UAV degrees take wing

UAV degrees take wing

embryriddle

AP

Secured inside a room you need a U.S. passport to enter, a modern arcade of war machines is a gamer’s paradise: comfortable captain’s chair, four monitors, joystick with a “fire” button, keyboard and throttle.

Across the world, a $20 million Gray Eagle drone armed with Hellfire missiles is taking commands from a workstation like this one at Embry-Riddle Aeronautical University in Daytona Beach, Fla. With a master’s degree in piloting drones, students could be in that other room — making $150,000 a year — in as little as six months.

Embry-Riddle this fall became the first in the country to offer post-graduate education in this field. Unmanned vehicles already come in all shapes and sizes — from full-sized planes to mini helicopters — and are used to patrol borders, nab poachers and more.

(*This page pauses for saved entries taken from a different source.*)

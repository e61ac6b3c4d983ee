import { afterAll, beforeAll, describe, expect, it } from 'vitest'
import { QuestionnaireVersion, User, Visit } from '../../server/db/models'
import { closeTestDatabase, testDatabase } from '../support/database'
import { rectangular } from '../support/csv'
import { type SyncBody, type TestRound, makeRound, makeVisit } from '../support/field'
import { type Client, demoUser, freshClient } from '../support/server'

// Languages through the real routes and MariaDB: a save with a missing translation is refused with the builder's
// message and writes nothing; a complete one round-trips as a new version and reaches the tablet's setup; visits keep
// codes whatever the language, the export writes codes, and the version before languages still takes and corrects visits.

let coordinator: Client
let enumerator: Client
let round: TestRound

const SOIL = { key: 'soil', label: 'Main soil', type: 'choice', options: [{ value: 'sandy', label: 'Sandy' }, { value: 'clay', label: 'Clay' }] }
const LANGUAGES = [{ code: 'en', name: 'English' }, { code: 'qaa', name: 'Tolani' }]
const TOLANI = {
  adopted: { label: 'Mbeno sorilo?', help: 'Eya ko sorila.' },
  farm_size_ha: { label: 'Wukali ya mbeno', unit: 'hk' },
  household_size: { label: 'Wantu ya nyumba' },
  group_member: { label: 'Mwana wa kikundi?' },
  soil: { label: 'Tandu', options: { sandy: 'Tandu sawi', clay: 'Tandu loma' } }
}
const CHECK = { question: 'household_size', test: 'at_most', against: { value: 25 }, message: 'More than 25 people: check with the farmer.', messages: { qaa: 'Wantu kupita 25: uliza tena.' } }

beforeAll(async () => {
  testDatabase()
  coordinator = freshClient()
  enumerator = freshClient()
  await coordinator.signIn(demoUser('coordinator').email)
  await enumerator.signIn(demoUser('enumerator').email)
  const me = await User.findOne({ where: { email: demoUser('enumerator').email } })
  round = await makeRound(coordinator, me!.id, [SOIL])
})
afterAll(closeTestDatabase)

interface Detail { questionnaire: { id: number, number: number, definition: Record<string, unknown> & { questions: Array<Record<string, unknown>> } } }
const current = async () => (await coordinator.get<Detail>(`/api/rounds/${round.roundId}`)).body.questionnaire
const save = (body: unknown) => coordinator.request<{ message: string, data?: { fieldErrors: Record<string, string> }, number?: number }>('PUT', `/api/rounds/${round.roundId}/questionnaire`, body)
const sync = (visits: unknown[]) => enumerator.post<SyncBody>('/api/sync/visits', { visits })

describe('saving a questionnaire in two languages', () => {
  it('refuses a missing translation with the message the builder shows, and writes nothing', async () => {
    const before = await current()
    const versions = await QuestionnaireVersion.count({ where: { roundId: round.roundId } })
    const { farm_size_ha: _gone, ...partial } = TOLANI
    const answer = await save({ questions: before.definition.questions, checks: [CHECK], languages: LANGUAGES, translations: { qaa: { ...partial, farm_size_ha: { label: 'Wukali ya mbeno' } } } })
    expect(answer.status).toBe(400)
    expect(answer.body.data!.fieldErrors).toEqual({ 'translations.qaa.farm_size_ha.unit': 'Tolani (qaa): no unit for "Farm size" ("ha")' })
    expect(answer.body.message).toContain('Tolani (qaa): no unit for "Farm size" ("ha")')
    const noMessage = await save({ questions: before.definition.questions, checks: [{ ...CHECK, messages: undefined }], languages: LANGUAGES, translations: { qaa: TOLANI } })
    expect(noMessage.status).toBe(400)
    expect(noMessage.body.data!.fieldErrors).toEqual({ 'checks.0.messages.qaa': 'Tolani (qaa): no message for check 1 ("More than 25 people: check with the farmer.")' })
    const badTag = await save({ questions: before.definition.questions, languages: [LANGUAGES[0], { code: 'Tolani!', name: 'Tolani' }] })
    expect(badTag.status).toBe(400)
    expect(badTag.body.data!.fieldErrors['languages.1.code']).toMatch(/language tag/)
    expect(await QuestionnaireVersion.count({ where: { roundId: round.roundId } })).toBe(versions)
    expect((await current()).number).toBe(before.number)
  })

  it('stores a complete one as a new version that round-trips and reaches the tablet', async () => {
    const before = await current()
    const answer = await save({ questions: before.definition.questions, checks: [CHECK], languages: LANGUAGES, translations: { qaa: TOLANI } })
    expect(answer.status).toBe(200)
    expect(answer.body.number).toBe(before.number + 1)
    const after = await current()
    expect(after.definition.languages).toEqual(LANGUAGES)
    expect(after.definition.translations).toEqual({ qaa: TOLANI })
    expect(after.definition.checks).toEqual([CHECK])
    expect(after.definition.questions).toEqual(before.definition.questions)
    const setup = await enumerator.get<{ questionnaires: Array<{ id: number, definition: Record<string, unknown> }> }>('/api/field/setup')
    const onTablet = setup.body.questionnaires.find(q => q.id === after.id)!
    expect(onTablet.definition.translations).toEqual({ qaa: TOLANI })
    expect(onTablet.definition.languages).toEqual(LANGUAGES)
    // The earlier version, saved before languages, is still there without them.
    const older = setup.body.questionnaires.find(q => q.id === round.versionId)!
    expect(older.definition.languages).toBeUndefined()
  })
})

describe('visits, exports and corrections keep codes', () => {
  it('stores codes from both versions, exports codes, and corrects a visit of the version without languages', async () => {
    const latest = await current()
    const onNew = makeVisit(round, { questionnaireVersionId: latest.id }, { soil: 'clay', group_member: true })
    const onOld = makeVisit(round, {}, { soil: 'sandy' })
    const tooMany = makeVisit(round, { questionnaireVersionId: latest.id }, { household_size: 28 })
    const answer = await sync([onNew, onOld, tooMany])
    expect(answer.body.results.map(r => r.status)).toEqual(['stored', 'stored', 'rejected'])
    // The server speaks the main language: the check's own message.
    expect(answer.body.results[2]!.errors).toEqual({ 'answers.household_size': 'More than 25 people: check with the farmer.' })
    expect((await Visit.findByPk(onNew.id))!.answers.soil).toBe('clay')

    const corrected = await coordinator.post(`/api/review/visits/${onOld.id}`, { action: 'correct', reason: 'The farmer corrected the soil', answers: { soil: 'clay' } })
    expect(corrected.status).toBe(200)
    expect((await Visit.findByPk(onOld.id))!.answers.soil).toBe('clay')
    for (const id of [onNew.id, onOld.id]) expect((await coordinator.post(`/api/review/visits/${id}`, { action: 'accept' })).status).toBe(200)

    const csv = await coordinator.get<string>(`/api/rounds/${round.roundId}/export?part=visits`)
    expect(csv.status).toBe(200)
    const [header, ...rows] = rectangular(csv.body)
    const soil = header!.indexOf('soil')
    expect(soil).toBeGreaterThan(-1)
    expect(rows.map(r => r[soil]).sort()).toEqual(['clay', 'clay'])
    expect(csv.body).not.toContain('Tandu')
  })
})

describe('copying a round', () => {
  it('copies the languages and translations, but not the old adoption question\'s', async () => {
    const copy = await coordinator.post<{ id: number }>('/api/rounds', { name: `Copy of ${round.roundId}`, technology: 'another seed', season: '2027', copyFromRoundId: round.roundId })
    expect(copy.status).toBe(200)
    const detail = (await coordinator.get<Detail>(`/api/rounds/${copy.body.id}`)).body.questionnaire
    expect(detail.definition.languages).toEqual(LANGUAGES)
    const { adopted: _old, ...rest } = TOLANI
    expect(detail.definition.translations).toEqual({ qaa: rest })
    // Saving it as it is names the one missing text: the new adoption question.
    const saved = await coordinator.request<{ data: { fieldErrors: Record<string, string> } }>('PUT', `/api/rounds/${copy.body.id}/questionnaire`, { questions: detail.definition.questions, checks: detail.definition.checks, languages: LANGUAGES, translations: detail.definition.translations })
    expect(saved.status).toBe(400)
    expect(Object.keys(saved.body.data.fieldErrors).sort()).toEqual(['translations.qaa.adopted.help', 'translations.qaa.adopted.label'])
  })
})
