import { createHash, randomUUID } from 'node:crypto'
import { QueryTypes } from 'sequelize'
import { afterAll, beforeAll, describe, expect, it } from 'vitest'
import type { PrivacyView, RetentionReport } from '../../shared/types/privacy'
import { AuditEntry, Photo, Round, Visit } from '../../server/db/models'
import { rectangular } from '../support/csv'
import { closeTestDatabase, testDatabase } from '../support/database'
import { type TestRound, makeRound, makeVisit } from '../support/field'
import { objectSize } from '../support/object-store'
import { type TestOrganisation, makeOrganisation } from '../support/organisation'
import { baseUrl } from '../support/server'

// Retention after a round closes: the settings page's plan (what is purged next and when), the purge of photos
// (rows and files), positions and names (farm codes → their export pseudonyms, free text dropped), and its report.

let org: TestOrganisation
let round: TestRound
let visits: Array<ReturnType<typeof makeVisit>>
let photoKey: string
const DAY = 24 * 3600 * 1000
const jpeg = Buffer.concat([Buffer.from([0xFF, 0xD8, 0xFF, 0xE0]), Buffer.alloc(8_000, 3)])

const view = async () => (await org.admin.get<PrivacyView>('/api/settings/privacy')).body
const purge = () => org.admin.post<{ report: RetentionReport | null, view: PrivacyView }>('/api/settings/privacy/purge')
const closedDaysAgo = (days: number) => Round.update({ closedAt: new Date(Date.now() - days * DAY) }, { where: { id: round.roundId } })
async function pseudonyms(): Promise<Map<string, string>> {
  const answer = await org.coordinator.get<string>(`/api/rounds/${round.roundId}/export?part=visits`)
  const [header, ...rows] = rectangular(String(answer.body))
  return new Map(rows.map(r => [r[header!.indexOf('visit_id')]!, r[header!.indexOf('farm_pseudonym')]!]))
}

beforeAll(async () => {
  testDatabase()
  org = await makeOrganisation('Heron Creek Smallholders')
  round = await makeRound(org.coordinator, org.enumeratorId, [{ key: 'notes', label: 'Notes', type: 'text', maxLength: 200 }])
  visits = [
    makeVisit(round, {}, { notes: 'Plot owned by Ayodele Marchetti' }),
    makeVisit(round, { location: { kind: 'manual', reason: 'Under the mango trees near the chief\'s house', lat: -13.2, lon: 31.4 } }),
    makeVisit(round)
  ]
  expect((await org.enumerator.post('/api/sync/visits', { visits })).status).toBe(200)
  const photo = await fetch(`${baseUrl()}/api/photos/${randomUUID()}?visitId=${visits[0]!.id}&sha256=${createHash('sha256').update(jpeg).digest('hex')}`, {
    method: 'PUT', headers: { 'content-type': 'image/jpeg', 'cookie': org.enumerator.cookieHeader(), 'x-forwarded-for': '10.9.3.1' }, body: jpeg
  })
  expect(photo.status).toBe(200)
  photoKey = (await Photo.findOne({ where: { visitId: visits[0]!.id } }))!.objectKey
  for (const v of visits) expect((await org.coordinator.post(`/api/review/visits/${v.id}`, { action: 'accept' })).status).toBe(200)
  expect((await org.coordinator.request('PATCH', `/api/rounds/${round.roundId}`, { status: 'closed' })).status).toBe(200)
})
afterAll(closeTestDatabase)

describe('retention periods', () => {
  it('keeps everything while no period is set', async () => {
    const v = await view()
    expect(v.settings.retentionDays).toEqual({ photos: null, gps: null, names: null })
    expect(v.upcoming).toEqual([])
    expect(v.lastPurge).toBeNull()
  })

  it('refuses a period that is not a whole number of days, and changes nothing', async () => {
    const bad = await org.admin.request('PUT', '/api/settings/privacy', { keepAnswersAfterErasure: false, retentionDays: { photos: -1, gps: 1.5, names: null } })
    expect(bad.status).toBe(400)
    expect((await view()).settings.retentionDays.photos).toBeNull()
    expect((await org.coordinator.request('PUT', '/api/settings/privacy', { keepAnswersAfterErasure: false, retentionDays: { photos: 1, gps: 1, names: 1 } })).status).toBe(403)
  })

  it('shows what will be purged next and when, counted from the close', async () => {
    const saved = await org.admin.request<PrivacyView>('PUT', '/api/settings/privacy', { keepAnswersAfterErasure: false, retentionDays: { photos: 30, gps: 90, names: 365 } })
    expect(saved.status).toBe(200)
    const closedAt = (await Round.findByPk(round.roundId))!.closedAt!
    const items = saved.body.upcoming.filter(i => i.roundId === round.roundId)
    expect(items.map(i => [i.kind, i.count])).toEqual([['photos', 1], ['gps', 3], ['names', 3]])
    expect(items.map(i => Date.parse(i.dueAt) - closedAt.getTime())).toEqual([30 * DAY, 90 * DAY, 365 * DAY])
    expect((await AuditEntry.findOne({ where: { organisationId: org.id, action: 'privacy.settings' } }))).not.toBeNull()
    // Nothing is due yet: a purge now removes nothing.
    expect((await purge()).body.report).toBeNull()
    expect(await Photo.count({ where: { visitId: visits[0]!.id } })).toBe(1)
  })

  it('purges photos (rows and files) and positions once due, keeps names, and reports it', async () => {
    await closedDaysAgo(100)
    const answer = await purge()
    expect(answer.status).toBe(200)
    // The scheduled check may have run first; either way the state and one report are what count.
    const rows = await Visit.findAll({ where: { roundId: round.roundId } })
    expect(await Photo.count({ where: { visitId: visits.map(v => v.id) } })).toBe(0)
    expect(await objectSize(photoKey)).toBeNull()
    for (const row of rows) expect([row.lat, row.lon, row.accuracyM, row.manualLocationReason]).toEqual([null, null, null, null])
    expect(rows.map(r => r.farmCode).sort()).toEqual(visits.map(v => v.farmCode).sort())
    const report = answer.body.report ?? (await view()).lastPurge
    expect(report).toMatchObject({ counts: { photos: 1, gps: 3, names: 0 }, rounds: 1 })
    const v = answer.body.view
    expect(v.lastPurge).toMatchObject({ counts: { photos: 1, gps: 3, names: 0 } })
    expect(v.upcoming.map(i => i.kind)).toEqual(['names'])
  })

  it('replaces farm codes by their export pseudonyms and drops free text when names are due', async () => {
    const before = await pseudonyms()
    await closedDaysAgo(400)
    // Farms registered by a sync whose batch was then not stored: the one a day old goes with the names, a newer one
    // (a sync may be between registering and storing) stays.
    const orphan = (code: string, daysAgo: number) => testDatabase().query(`INSERT INTO farms (organisation_id, code, village_id, created_at, updated_at)
      VALUES (?, ?, ?, ?, NOW(3))`, { replacements: [org.id, code, round.assignedVillageId, new Date(Date.now() - daysAgo * DAY)] })
    await orphan('ORPHAN-OLD', 2)
    await orphan('ORPHAN-NEW', 0)
    expect((await purge()).status).toBe(200)
    const left = await testDatabase().query<{ code: string }>('SELECT code FROM farms WHERE organisation_id = ? AND code LIKE \'ORPHAN-%\'',
      { replacements: [org.id], type: QueryTypes.SELECT })
    expect(left.map(f => f.code)).toEqual(['ORPHAN-NEW'])
    const rows = await Visit.findAll({ where: { roundId: round.roundId } })
    for (const row of rows) {
      expect(row.farmCode).toBe(before.get(row.id))
      expect(row.namesPurgedAt).not.toBeNull()
      expect(row.answers).not.toHaveProperty('notes')
    }
    // Analysts' earlier files still match: the export after the purge gives the same pseudonyms.
    expect(await pseudonyms()).toEqual(before)
    const v = await view()
    expect(v.upcoming).toEqual([])
    expect(v.lastPurge).toMatchObject({ counts: { names: 3 } })
    // Nothing left: another purge reports nothing and records nothing.
    const entries = await AuditEntry.count({ where: { organisationId: org.id, action: 'retention.purge' } })
    expect((await purge()).body.report).toBeNull()
    expect(await AuditEntry.count({ where: { organisationId: org.id, action: 'retention.purge' } })).toBe(entries)
  })

  it('schedules nothing for a reopened round', async () => {
    expect((await org.coordinator.request('PATCH', `/api/rounds/${round.roundId}`, { status: 'open' })).status).toBe(200)
    expect((await Round.findByPk(round.roundId))!.closedAt).toBeNull()
  })
})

“It’s going to grow exponentially once the law catches up,” said Josh Olds, an Embry-Riddle grad and drone flight instructor there who previously worked with contractors overseas.

The industry is waiting for the Federal Aviation Administration to expand the usable U.S. airspace for drones. The government budget for drone warfare has gone from a relatively paltry $667 million in 2002 to more than $3.9 billion, according to a Congressional Research Service report. And the number of drones in military service has shot from 167 to nearly 7,500 — and climbing.

In 2011, the University of North Dakota was the first to graduate a class — of five students — with a bachelor of science in unmanned systems. In May, Kansas State awarded its first diploma. Just three semesters in, Embry-Riddle has 120 students in its master’s program.

“It’s taking off like a rocket,” said Dan Macchiarella, department chair of aeronautical sciences at Embry-Riddle. “We had students go through the program as fast as they could to get out there.”

The nature of this fly-by-computer-screen technology attracts the young gamer-type, said Macchiarella, a retired Army lieutenant colonel who flew Apache helicopters. “My generation grew up with Vietnam on TV,” he said. “But this spins off from gaming. Just look at it.”